WORK REQUEST:
For the entries below, the expected answer is the line with "value: number;", the line with "clockMs?: number;", and every line between them, exactly as written, and nothing more.

MATERIAL PROVIDED:
##############################

import { initialDelayTracker, observeCondition } from './delay-tracker';

// Expected times are worked by hand from the definition of on- and off-delays (ISA-18.2).
const delays = { onDelayMs: 300_000, offDelayMs: 60_000 };

describe('observeCondition', () => {
  it('raises once the condition has held for the on-delay, at onset + on-delay', () => {
    const s = initialDelayTracker();
    expect(observeCondition(s, true, 1_000_000, delays)).toEqual([]);
    expect(observeCondition(s, true, 1_200_000, delays)).toEqual([]);
    expect(observeCondition(s, true, 1_400_000, delays)).toEqual([
      { kind: 'raise', timeMs: 1_300_000, onsetMs: 1_000_000 },
    ]);
  });

  it('cancels a pending raise when the condition goes away within the on-delay', () => {
    const s = initialDelayTracker();
    observeCondition(s, true, 0, delays);
    observeCondition(s, false, 200_000, delays);
    expect(observeCondition(s, false, 10_000_000, delays)).toEqual([]);
    expect(s.active).toBe(false);
  });

  it('clears at end + off-delay, and not at all when the condition returns within the off-delay', () => {
    const s = initialDelayTracker();
    observeCondition(s, true, 0, delays);
    observeCondition(s, true, 300_000, delays);
    expect(s.active).toBe(true);
    observeCondition(s, false, 400_000, delays);
    expect(observeCondition(s, true, 430_000, delays)).toEqual([]); // back within 60 s: still one alarm
    observeCondition(s, false, 500_000, delays);
    expect(observeCondition(s, false, 600_000, delays)).toEqual([{ kind: 'clear', timeMs: 560_000, onsetMs: 500_000 }]);
  });

  it('holds its state when the condition cannot be judged (null)', () => {
    const s = initialDelayTracker();
    observeCondition(s, true, 0, { onDelayMs: 0, offDelayMs: 0 });
    expect(observeCondition(s, null, 5_000, { onDelayMs: 0, offDelayMs: 0 })).toEqual([]);
    expect(s.active).toBe(true);
  });

  it('raises at once with no on-delay', () => {
    const s = initialDelayTracker();
    expect(observeCondition(s, true, 42, { onDelayMs: 0, offDelayMs: 0 })).toEqual([
      { kind: 'raise', timeMs: 42, onsetMs: 42 },
    ]);
  });

  it('survives a JSON round trip (the state is stored as jsonb)', () => {
    const s = initialDelayTracker();
    const copy = JSON.parse(JSON.stringify(s));
    expect(observeCondition(copy, true, 1_000, delays)).toEqual([]);
    expect(observeCondition(copy, true, 301_000, delays)).toEqual([{ kind: 'raise', timeMs: 301_000, onsetMs: 1_000 }]);
  });
});
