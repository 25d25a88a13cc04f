/**
 * Alarms an operator can act on (issue 13 item 9, ISA-18.2 / IEC 62682 alarm management):
 * grouping consequential alarms under a first-out, and the monthly alarm performance measures.
 * Pure: the server reads the rows, this works them out.
 */
import type { AlarmCondition } from './alarm-codes';

const MINUTE_MS = 60_000;

/**
 * Consequential alarms: alarms of one site whose conditions share a cause. A site that stops
 * reporting leaves every transmitter stale or of bad quality at once, so those two are one family;
 * every other condition is a family of its own.
 */
export const CONDITION_FAMILY: Partial<Record<AlarmCondition, string>> = {
  stale: 'signal-loss',
  'bad-quality': 'signal-loss',
};
export const familyOf = (condition: AlarmCondition) => CONDITION_FAMILY[condition] ?? condition;

/** An alarm joins a group when raised within this time after the group's first-out. */
export const GROUP_WINDOW_MS = 2 * MINUTE_MS;

export interface GroupableAlarm {
  id: string;
  siteId: string;
  condition: AlarmCondition;
  raisedAt: Date;
}

export interface AlarmGrouping {
  /** The first-out's id (an alarm alone is its own group). */
  groupId: string;
  /** The first-out's id, or null when the alarm is itself the first-out. */
  firstOutId: string | null;
  /** On a first-out: how many consequential alarms are listed under it; 0 on the others. */
  consequentialCount: number;
}

/**
 * The rule: alarms of one site and one condition family, raised within GROUP_WINDOW_MS (2 min)
 * after the earliest of them, form a group; the earliest raised (lowest id on a tie) is the
 * first-out. The window is measured from the first-out, not chained from alarm to alarm, so a
 * slow trickle does not grow one group for ever. Only the alarms given are grouped.
 * @returns the grouping of each alarm by id
 */
export function groupConsequential(alarms: readonly GroupableAlarm[]): Map<string, AlarmGrouping> {
  const sorted = [...alarms].sort(
    (a, b) => a.raisedAt.getTime() - b.raisedAt.getTime() || Number(BigInt(a.id) - BigInt(b.id)),
  );
  const open = new Map<string, { firstOutId: string; raisedMs: number }>();
  const result = new Map<string, AlarmGrouping>();
  for (const a of sorted) {
    const key = `${a.siteId}|${familyOf(a.condition)}`;
    const group = open.get(key);
    if (group && a.raisedAt.getTime() - group.raisedMs <= GROUP_WINDOW_MS) {
      result.set(a.id, { groupId: group.firstOutId, firstOutId: group.firstOutId, consequentialCount: 0 });
      result.get(group.firstOutId)!.consequentialCount += 1;
    } else {
      open.set(key, { firstOutId: a.id, raisedMs: a.raisedAt.getTime() });
      result.set(a.id, { groupId: a.id, firstOutId: null, consequentialCount: 0 });
    }
  }
  return result;
}

/** A 10-minute period, the unit of ISA-18.2's alarm rate measures. */
export const PERIOD_MS = 10 * MINUTE_MS;
/** A flood: more than 10 alarms in 10 minutes for one operator (ISA-18.2-2016, from memory). */
export const FLOOD_MORE_THAN = 10;
/** Chattering: 3 or more annunciations of one alarm point within 1 minute (ISA-18.2-2016 guidance, from memory). */
export const CHATTER_RAISES = 3;
export const CHATTER_WINDOW_MS = MINUTE_MS;
/** Stale: an alarm that stays in alarm longer than 24 hours. */
export const STALE_AFTER_MS = 24 * 60 * MINUTE_MS;

/**
 * The benchmark values printed beside ours. They come from memory of the published performance
 * table of ANSI/ISA-18.2-2016 (with EEMUA 191 giving the same rates), not from a copy at hand.
 */
export const ALARM_BENCHMARKS = {
  source: 'ANSI/ISA-18.2-2016 performance table and EEMUA 191 (values from memory of the published tables)',
  averagePer10MinVeryLikelyAcceptable: 1,
  averagePer10MinMaximumManageable: 2,
  floodPercentOfTimeAtMost: 1,
  chatteringAlarms: 0,
  staleAlarms: 0,
} as const;

/** One annunciation: an alarm point going into alarm (raised, or returned to alarm). */
export interface Annunciation {
  /** The alarm point: meter run, transmitter (or none) and condition. */
  pointKey: string;
  atMs: number;
}

export interface AlarmOccurrence {
  id: string;
  pointKey: string;
  raisedMs: number;
  clearedMs: number | null;
}

export interface PerformanceInput {
  fromMs: number;
  toMs: number;
  /** Operator positions watching the site; one unless a setting says otherwise. */
  operatorPositions: number;
  annunciations: readonly Annunciation[];
  /** Alarm occurrences overlapping the month (for stale alarms). */
  occurrences: readonly AlarmOccurrence[];
  /** The clock, so a still-open alarm is measured to now when the month is not over. */
  nowMs: number;
}

export interface AlarmPerformance {
  periods: number;
  annunciations: number;
  averagePer10MinPerOperator: number;
  peakPer10MinPerOperator: number;
  floodPeriods: number;
  floodPercentOfTime: number;
  chattering: { pointKey: string; raises: number; mostInOneMinute: number }[];
  stale: { id: string; pointKey: string; raisedMs: number; clearedMs: number | null; activeMs: number }[];
  topTen: { pointKey: string; raises: number; sharePercent: number }[];
  topTenSharePercent: number;
}

/** The month's measures for one site. Annunciations outside [fromMs, toMs) are ignored. */
export function alarmPerformance(input: PerformanceInput): AlarmPerformance {
  const { fromMs, toMs, operatorPositions } = input;
  if (!(toMs > fromMs)) throw new RangeError('the period must end after it starts');
  if (!(operatorPositions >= 1)) throw new RangeError('operatorPositions must be at least 1');
  const periods = Math.ceil((toMs - fromMs) / PERIOD_MS);
  const inside = input.annunciations.filter((a) => a.atMs >= fromMs && a.atMs < toMs);
  const perPeriod = new Map<number, number>();
  const byPoint = new Map<string, number[]>();
  for (const a of inside) {
    const p = Math.floor((a.atMs - fromMs) / PERIOD_MS);
    perPeriod.set(p, (perPeriod.get(p) ?? 0) + 1);
    byPoint.set(a.pointKey, [...(byPoint.get(a.pointKey) ?? []), a.atMs]);
  }
  const perOperator = (n: number) => n / operatorPositions;
  const counts = [...perPeriod.values()];
  const floodPeriods = counts.filter((n) => perOperator(n) > FLOOD_MORE_THAN).length;

  const chattering: AlarmPerformance['chattering'] = [];
  for (const [pointKey, times] of byPoint) {
    const sorted = [...times].sort((x, y) => x - y);
    let most = 0;
    for (let i = 0, j = 0; j < sorted.length; j++) {
      while (sorted[j] - sorted[i] >= CHATTER_WINDOW_MS) i++;
      most = Math.max(most, j - i + 1);
    }
    if (most >= CHATTER_RAISES) chattering.push({ pointKey, raises: sorted.length, mostInOneMinute: most });
  }

  const stale = input.occurrences
    .filter((o) => o.raisedMs < toMs && (o.clearedMs === null || o.clearedMs >= fromMs))
    .map((o) => ({ ...o, activeMs: (o.clearedMs ?? Math.min(toMs, input.nowMs)) - o.raisedMs }))
    .filter((o) => o.activeMs > STALE_AFTER_MS);

  const total = inside.length;
  const share = (n: number) => (total ? (100 * n) / total : 0);
  const topTen = [...byPoint]
    .map(([pointKey, times]) => ({ pointKey, raises: times.length, sharePercent: share(times.length) }))
    .sort((a, b) => b.raises - a.raises || a.pointKey.localeCompare(b.pointKey))
    .slice(0, 10);
  return {
    periods,
    annunciations: total,
    averagePer10MinPerOperator: perOperator(total) / periods,
    peakPer10MinPerOperator: perOperator(Math.max(0, ...counts)),
    floodPeriods,
    floodPercentOfTime: (100 * floodPeriods) / periods,
    chattering,
    stale,
    topTen,
    topTenSharePercent: share(topTen.reduce((s, t) => s + t.raises, 0)),
  };
}
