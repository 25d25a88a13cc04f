/**
 * Walks one meter run's readings forward in time and turns them into alarm raises and clears
 * at the readings' own times (so imported history gets its alarm log too). The state carried
 * between walks is small and JSON-able: a watermark (readings at or before it were judged), the
 * stacked pair's choice, and each alarm point's delay tracker. Readings before the watermark are
 * passed in only to warm up windows (frozen) and the DP selection; they are not judged again.
 *
 * Conditions judged here, per instant with readings:
 * - dp-low-in-range / dp-over-range: the DP in use (shared/history's dpSelector, with the pair's
 *   hysteresis) as a share of ITS span, while there is flow (above the no-flow cutoff); a DP
 *   transmitter that is not in use is not low or over range; no usable DP = no judgement;
 * - stack-disagreement: |low − high| in the overlap (both usable, the low one inside its range),
 *   as a share of the low-range span; outside the overlap there is no judgement;
 * - frozen: σ of the readings over the window (plus the one in force at its start), while the
 *   reading is inside the NAMUR NE 43 saturation limits (signal-levels.ts): a flat output at a
 *   saturation limit is over or under range, not frozen;
 * - bad-quality: also a reading at an NE 43 failure level (beyond 21 mA or below 3.6 mA);
 * - stale: a gap between readings longer than the limit (raised at last + limit, cleared by the
 *   next reading), and by the clock after the last reading;
 * - bad-quality: the reading in force is bad;
 * - outside-standard-limits: from the hourly records' flags, hour by hour;
 * - reverse-flow (a one-way meter run): with `reverseFlow`, live from the DP in use by the rule of
 *   the hourly records (shared/history directionalReading: a transmitter ranged below zero reading
 *   beyond the no-flow cutoff of its reverse side), raised by reverse DP, cleared by forward flow,
 *   no judgement without flow; without it, from the hourly records' 'reverse-flow' flag. One source
 *   per walk, so the alarm point never sees observations out of time order.
 */
import { directionalReading, NO_FLOW_CUTOFF_SHARE_OF_SPAN } from '../history/compute-hour';
import { dpSelector, type DpSelector } from '../history/dp-selector';
import { chooseStackedTransmitter } from '../flow/stacked-pair';
import type { DpSeries, Quality } from '../history/types';
import type { AlarmCondition } from './alarm-codes';
import type { AlarmLimits } from './alarm-limits';
import { alarmMessage, type AlarmDetail } from './alarm-message';
import { advanceDelayTracker, initialDelayTracker, observeCondition, type DelayTrackerState } from './delay-tracker';
import { aboveWithDeadband, belowWithDeadband } from './level-with-deadband';
import { isFrozenSignal } from './frozen-signal';
import { signalLevel, type SignalLevel } from './signal-levels';

export interface WalkTransmitter {
  id: string;
  tag: string;
  measures: 'differential-pressure' | 'static-pressure' | 'temperature';
  stackRole: 'single' | 'low' | 'high';
  /** Range in SI (Pa, K), the same units as the readings' values. */
  lowerRangeSI: number;
  upperRangeSI: number;
  accuracyPercentOfSpan: number;
}

export interface WalkReading {
  transmitterId: string;
  timeMs: number;
  /** SI (Pa, K). */
  value: number;
  quality: Quality;
}

export interface WalkHour {
  startMs: number;
  endMs: number;
  flowTimeS: number;
  flags: readonly string[];
}

export interface AlarmWalkState {
  /** Readings at or before this time have been judged (null: none yet). */
  watermarkMs: number | null;
  /** Hourly records ending at or before this time have been judged. */
  recordsToMs: number | null;
  stackChoice: 'low' | 'high' | null;
  /** Delay tracker of each alarm point, by `condition|transmitterId` ('' for the meter run). */
  points: Record<string, DelayTrackerState>;
  /** What was observed when each point's condition began (for the raise message). */
  onsetDetail: Record<string, AlarmDetail>;
  lastReadingMs: Record<string, number>;
  frozenCheckedMs: Record<string, number>;
}

export interface AlarmSignal {
  kind: 'raise' | 'clear';
  condition: AlarmCondition;
  transmitterId: string | null;
  /** When raised (condition onset + on-delay) or cleared (end + off-delay), epoch ms. */
  timeMs: number;
  /** When the condition began (raise) or ended (clear), epoch ms. */
  onsetMs: number;
  message: string;
  detail: AlarmDetail;
}

export interface AlarmWalkInput {
  state: AlarmWalkState;
  meterRunTag: string;
  /** The site's IANA zone: the messages say times in it (UTC ISO 8601 when absent). */
  timeZone?: string;
  transmitters: readonly WalkTransmitter[];
  /** Sorted by time; those at or before state.watermarkMs only warm up. */
  readings: readonly WalkReading[];
  /** Hourly records, sorted; those before state.recordsToMs are skipped. */
  hours: readonly WalkHour[];
  /** Judge readings and fire delays up to here (inclusive), epoch ms. */
  horizonMs: number;
  /** Wall clock: a transmitter silent for longer than its stale limit by then is stale. */
  clockMs?: number;
  /** The latest stored reading of each transmitter (may be past the horizon), epoch ms. */
  latestReadingMs?: Readonly<Record<string, number>>;
  limits: (condition: AlarmCondition, transmitterId: string | null) => AlarmLimits;
  meterRun: { maxGapS: number; stackSwitchUpShare: number; stackSwitchDownShare: number };
  /**
   * Judge reverse flow live from the DP (issue 13 §11). Absent: from the hourly records' flag (a
   * meter run whose direction comes from a direction input, which the walk does not read).
   */
  reverseFlow?: {
    /** Whether the configuration in force at a time is one-way (no reverseElement). */
    oneWayAt: (timeMs: number) => boolean;
    /** The meter run's no-flow cutoff in force at a time (a dated setting), share of the side's range. */
    noFlowCutoffShareAt: (timeMs: number) => number;
  };
}

/** @returns the state of a meter run never walked */
export function initialAlarmWalkState(): AlarmWalkState {
  return {
    watermarkMs: null,
    recordsToMs: null,
    stackChoice: null,
    points: {},
    onsetDetail: {},
    lastReadingMs: {},
    frozenCheckedMs: {},
  };
}

const pointKey = (condition: AlarmCondition, transmitterId: string | null) => `${condition}|${transmitterId ?? ''}`;
/** A frozen window is re-judged at most this often while it is not frozen (bounds the work at 1 Hz). */
const FROZEN_CHECK_EVERY_MS = 60_000;
/**
 * While frozen, a reading that differs from the one before is judged at once (so the alarm
 * clears at that reading's time); repeats of the same value are re-judged at most this often —
 * otherwise every reading of a fast, flat signal would cost a pass over the whole window.
 */
const FROZEN_RECHECK_UNCHANGED_MS = 5_000;
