import { Router } from 'express';
import type { Pool } from 'pg';
import type { Sequelize } from 'sequelize';
import { requireCapability } from '../../auth/passport';
import { unauthorized } from '../../errors';
import { validate } from '../../http/validate';
import { parseId } from '../../http/params';
import { correctionsQuery, decisionBody, estimateQuery, proposeCorrectionBody } from './schema';
import { correctionsRepository } from './repository';
import {
  decideCorrection,
  estimateCorrection,
  getCorrection,
  listCorrections,
  proposeCorrection,
  type CorrectionDeps,
} from './use-cases';
import { presentCorrection, presentCorrectionWithFigures, presentEstimate } from './presenter';

/**
 * Corrections with four eyes (issue 9): every role reads them; engineers and admins propose,
 * estimate, and approve or reject somebody else's.
 */
export function correctionsRouter(options: { sequelize: Sequelize; pool: Pool; approved: CorrectionDeps['approved'] }) {
  const router = Router();
  const repository = correctionsRepository(options.sequelize);
  const deps: CorrectionDeps = { ...options, repository };
  const actorOf = (user: Express.User | undefined) => {
    if (!user) throw unauthorized();
    return user;
  };

  router.get('/', requireCapability('view'), async (req, res) => {
    const query = validate(correctionsQuery, req.query, 'query');
    res.json((await listCorrections(repository, query)).map(presentCorrectionWithFigures));
  });

  router.get('/estimate', requireCapability('proposeCorrection'), async (req, res) => {
    const query = validate(estimateQuery, req.query, 'query');
    const estimate = await estimateCorrection(repository, {
      meterRunId: query.meterRunId,
      startMs: Date.parse(query.start),
      endMs: Date.parse(query.end),
    });
    res.json(presentEstimate(estimate));
  });

  router.get('/:id', requireCapability('view'), async (req, res) => {
    res.json(presentCorrectionWithFigures(await getCorrection(repository, parseId(req.params.id, 'Correction'))));
  });

  router.post('/', requireCapability('proposeCorrection'), async (req, res) => {
    const input = validate(proposeCorrectionBody, req.body);
    const created = await proposeCorrection(deps, { input, actor: actorOf(req.user) });
    res.status(201).json(presentCorrection(created));
  });

  for (const [path, decision] of [
    ['/:id/approve', 'approved'],
    ['/:id/reject', 'rejected'],
  ] as const) {
    router.post(path, requireCapability('approveCorrection'), async (req, res) => {
      const id = parseId(req.params.id, 'Correction');
      const { reason } = validate(decisionBody, req.body);
      const decided = await decideCorrection(deps, { id, decision, reason, actor: actorOf(req.user) });
      res.json(presentCorrection(decided));
    });
  }

  return router;
}
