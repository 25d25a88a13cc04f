/**
 * The alarm lifecycle of ISA-18.2 / IEC 62682 (TRADE.md §7) as a pure transition function.
 * An alarm here is one occurrence at one alarm point (meter run, transmitter, condition):
 * raised → active unacknowledged → (acknowledged and/or returned) → normal, which closes it.
 * A condition that returns while its alarm is still returned-unacknowledged re-activates the
 * same alarm (ISA-18.2's "return to alarm"). Shelving (operator, time-limited) and out of
 * service (maintenance) keep tracking the condition without annunciating it; on unshelving or
 * return to service the alarm is active unacknowledged again if its condition holds, else normal.
 */
import type { AlarmState } from './alarm-codes';

export type AlarmAction =
  'raise' | 'clear' | 'acknowledge' | 'shelve' | 'unshelve' | 'remove-from-service' | 'return-to-service';

export interface AlarmStatus {
  state: AlarmState;
  /** The process condition now (tracked also while shelved or out of service). */
  conditionActive: boolean;
}

/** An action the alarm's state does not allow; `code` is stable (the API answers 409 with it). */
export class AlarmTransitionError extends Error {
  constructor(
    readonly code: string,
    message: string,
  ) {
    super(message);
    this.name = 'AlarmTransitionError';
  }
}

const refuse = (code: string, message: string): never => {
  throw new AlarmTransitionError(code, message);
};

/**
 * @param current the alarm's state and whether its condition holds
 * @param action what happens to it
 * @returns the new state and condition
 * @throws AlarmTransitionError for an action the state does not allow (a second acknowledge,
 *   acknowledging an alarm already normal, shelving one that is out of service, ...)
 */
export function nextAlarmStatus(current: AlarmStatus, action: AlarmAction): AlarmStatus {
  const { state } = current;
  switch (action) {
    case 'raise':
      if (state === 'normal' || state === 'returned-unacknowledged')
        return { state: 'active-unacknowledged', conditionActive: true };
      return { state, conditionActive: true };
    case 'clear':
      if (state === 'active-unacknowledged') return { state: 'returned-unacknowledged', conditionActive: false };
      if (state === 'active-acknowledged') return { state: 'normal', conditionActive: false };
      return { state, conditionActive: false };
    case 'acknowledge':
      if (state === 'active-unacknowledged')
        return { state: 'active-acknowledged', conditionActive: current.conditionActive };
      if (state === 'returned-unacknowledged') return { state: 'normal', conditionActive: current.conditionActive };
      if (state === 'active-acknowledged') return refuse('already_acknowledged', 'This alarm is already acknowledged.');
      if (state === 'normal')
        return refuse(
          'already_normal',
          'This alarm has returned to normal and was acknowledged; there is nothing to acknowledge.',
        );
      if (state === 'shelved') return refuse('shelved', 'This alarm is shelved; unshelve it first.');
      return refuse('out_of_service', 'This alarm is out of service.');
    case 'shelve':
      if (state === 'active-unacknowledged' || state === 'active-acknowledged' || state === 'returned-unacknowledged')
        return { state: 'shelved', conditionActive: current.conditionActive };
      if (state === 'shelved') return refuse('already_shelved', 'This alarm is already shelved.');
      if (state === 'normal') return refuse('already_normal', 'This alarm is normal; there is nothing to shelve.');
      return refuse('out_of_service', 'This alarm is out of service.');
    case 'unshelve':
      if (state !== 'shelved') return refuse('not_shelved', 'This alarm is not shelved.');
      return {
        state: current.conditionActive ? 'active-unacknowledged' : 'normal',
        conditionActive: current.conditionActive,
      };
    case 'remove-from-service':
      if (state === 'out-of-service') return refuse('already_out_of_service', 'This alarm is already out of service.');
      if (state === 'normal')
        return refuse('already_normal', 'This alarm is normal; there is nothing to take out of service.');
      return { state: 'out-of-service', conditionActive: current.conditionActive };
    case 'return-to-service':
      if (state !== 'out-of-service') return refuse('not_out_of_service', 'This alarm is not out of service.');
      return {
        state: current.conditionActive ? 'active-unacknowledged' : 'normal',
        conditionActive: current.conditionActive,
      };
    default:
      return refuse('unknown_action', `nextAlarmStatus: action must be an alarm action (got ${String(action)})`);
  }
}
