/**
 * The care duties of a meter run's primary element (issue 11 §4): its laboratory calibration
 * (only for an element that takes a laboratory curve), its gas analysis and its inspection, each
 * from the latest record of its kind. The per-site "what is due" list and the care alarms both
 * read them, and judge their dates with judgeDueDate (due-date.ts).
 */
export const CARE_RECORD_KINDS = ['element-calibration', 'gas-analysis', 'element-inspection'] as const;
export type CareRecordKind = (typeof CARE_RECORD_KINDS)[number];

/** The latest record of a kind: the date it was done and the next due date it set (if any), YYYY-MM-DD. */
export interface LatestCareRecord {
  doneOn: string;
  dueOn: string | null;
}

export interface CareSubject {
  elementKind: string | null;
  /** The element in force carries a laboratory curve of C against Re_D. */
  elementHasCurve: boolean;
  latest: Record<CareRecordKind, LatestCareRecord | null>;
}

export interface CareDuty {
  kind: CareRecordKind;
  lastDoneOn: string | null;
  dueOn: string | null;
}

/**
 * A cone's C is taken from a laboratory calibration as a rule (the uncalibrated value of
 * ISO 5167-5 carries a wide uncertainty [mem]); any other element takes a curve once one is in
 * force or recorded. An orifice, nozzle or venturi with its standard C has no calibration duty.
 */
export function takesLaboratoryCurve(subject: CareSubject): boolean {
  return subject.elementKind === 'cone' || subject.elementHasCurve || subject.latest['element-calibration'] !== null;
}

/** @returns the meter run's duties in the order of CARE_RECORD_KINDS */
export function careDuties(subject: CareSubject): CareDuty[] {
  return CARE_RECORD_KINDS.filter((kind) => kind !== 'element-calibration' || takesLaboratoryCurve(subject)).map(
    (kind) => ({
      kind,
      lastDoneOn: subject.latest[kind]?.doneOn ?? null,
      dueOn: subject.latest[kind]?.dueOn ?? null,
    }),
  );
}
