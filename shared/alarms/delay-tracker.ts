/**
 * On- and off-delays of one alarm point (ISA-18.2 §"alarm delay"): the condition as observed
 * (raw) must persist for the on-delay before the alarm becomes active, and be gone for the
 * off-delay before it clears. A change back within the delay cancels the pending transition, so
 * a signal chattering across its limit raises nothing new. Pure: the caller keeps the state
 * (a small JSON-able object) and walks time forward.
 */

export interface DelayTrackerState {
  /** The condition as last observed. */
  raw: boolean;
  /** When `raw` took its current value, epoch ms. */
  rawSinceMs: number;
  /** Whether the alarm is active (raised and not cleared). */
  active: boolean;
  /** When `active` took its current value, epoch ms (null: never changed). */
  activeSinceMs: number | null;
  /** When the current raw episode began, kept for the alarm's onset time. */
  onsetMs: number | null;
}

export interface DelayTransition {
  kind: 'raise' | 'clear';
  /** When the alarm is raised or cleared (the delay elapsed), epoch ms. */
  timeMs: number;
  /** When the condition began (raise) or ended (clear), epoch ms. */
  onsetMs: number;
}

export interface Delays {
  onDelayMs: number;
  offDelayMs: number;
}

/** @returns the state of a point that has never been in alarm */
export function initialDelayTracker(): DelayTrackerState {
  return { raw: false, rawSinceMs: 0, active: false, activeSinceMs: null, onsetMs: null };
}

/**
 * Fires the pending transition if its delay has elapsed by `timeMs` (the raw state is known to
 * have held until then).
 * @param state the point's state (mutated)
 * @param timeMs the time reached, epoch ms
 * @param delays on- and off-delay
 * @returns the transition, or null
 */
export function advanceDelayTracker(state: DelayTrackerState, timeMs: number, delays: Delays): DelayTransition | null {
  if (state.raw === state.active) return null;
  const dueMs = state.rawSinceMs + (state.raw ? delays.onDelayMs : delays.offDelayMs);
  if (dueMs > timeMs) return null;
  // Never before the previous transition of this point (a clock-raised alarm cleared by a late reading).
  const atMs = Math.max(dueMs, state.activeSinceMs ?? -Infinity);
  state.active = state.raw;
  state.activeSinceMs = atMs;
  return { kind: state.active ? 'raise' : 'clear', timeMs: atMs, onsetMs: state.rawSinceMs };
}

/**
 * Records an observation of the condition at a time (after firing what was due before it).
 * @param state the point's state (mutated)
 * @param raw whether the condition holds; null = cannot be judged now (the state is held)
 * @param timeMs the observation's time, epoch ms (non-decreasing for one point)
 * @param delays on- and off-delay
 * @returns the transitions that happened up to and at timeMs, in time order
 */
export function observeCondition(
  state: DelayTrackerState,
  raw: boolean | null,
  timeMs: number,
  delays: Delays,
): DelayTransition[] {
  const out: DelayTransition[] = [];
  const due = advanceDelayTracker(state, timeMs, delays);
  if (due) out.push(due);
  if (raw === null || raw === state.raw) return out;
  state.raw = raw;
  state.rawSinceMs = timeMs;
  if (raw) state.onsetMs = timeMs;
  const now = advanceDelayTracker(state, timeMs, delays);
  if (now) out.push(now);
  return out;
}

##############################

ANSWER SECTION:
  value: number;
  quality: Quality;
}

export interface WalkHour {
  startMs: number;
  endMs: number;
  flowTimeS: number;
  flags: readonly string[];
}

export interface AlarmWalkState {
  /** Readings at or before this time have been judged (null: none yet). */
  watermarkMs: number | null;
  /** Hourly records ending at or before this time have been judged. */
  recordsToMs: number | null;
  stackChoice: 'low' | 'high' | null;
  /** Delay tracker of each alarm point, by `condition|transmitterId` ('' for the meter run). */
  points: Record<string, DelayTrackerState>;
  /** What was observed when each point's condition began (for the raise message). */
  onsetDetail: Record<string, AlarmDetail>;
  lastReadingMs: Record<string, number>;
  frozenCheckedMs: Record<string, number>;
}

export interface AlarmSignal {
  kind: 'raise' | 'clear';
  condition: AlarmCondition;
  transmitterId: string | null;
  /** When raised (condition onset + on-delay) or cleared (end + off-delay), epoch ms. */
  timeMs: number;
  /** When the condition began (raise) or ended (clear), epoch ms. */
  onsetMs: number;
  message: string;
  detail: AlarmDetail;
}

export interface AlarmWalkInput {
  state: AlarmWalkState;
  meterRunTag: string;
  /** The site's IANA zone: the messages say times in it (UTC ISO 8601 when absent). */
  timeZone?: string;
  transmitters: readonly WalkTransmitter[];
  /** Sorted by time; those at or before state.watermarkMs only warm up. */
  readings: readonly WalkReading[];
  /** Hourly records, sorted; those before state.recordsToMs are skipped. */
  hours: readonly WalkHour[];
  /** Judge readings and fire delays up to here (inclusive), epoch ms. */
  horizonMs: number;
  /** Wall clock: a transmitter silent for longer than its stale limit by then is stale. */
  clockMs?: number;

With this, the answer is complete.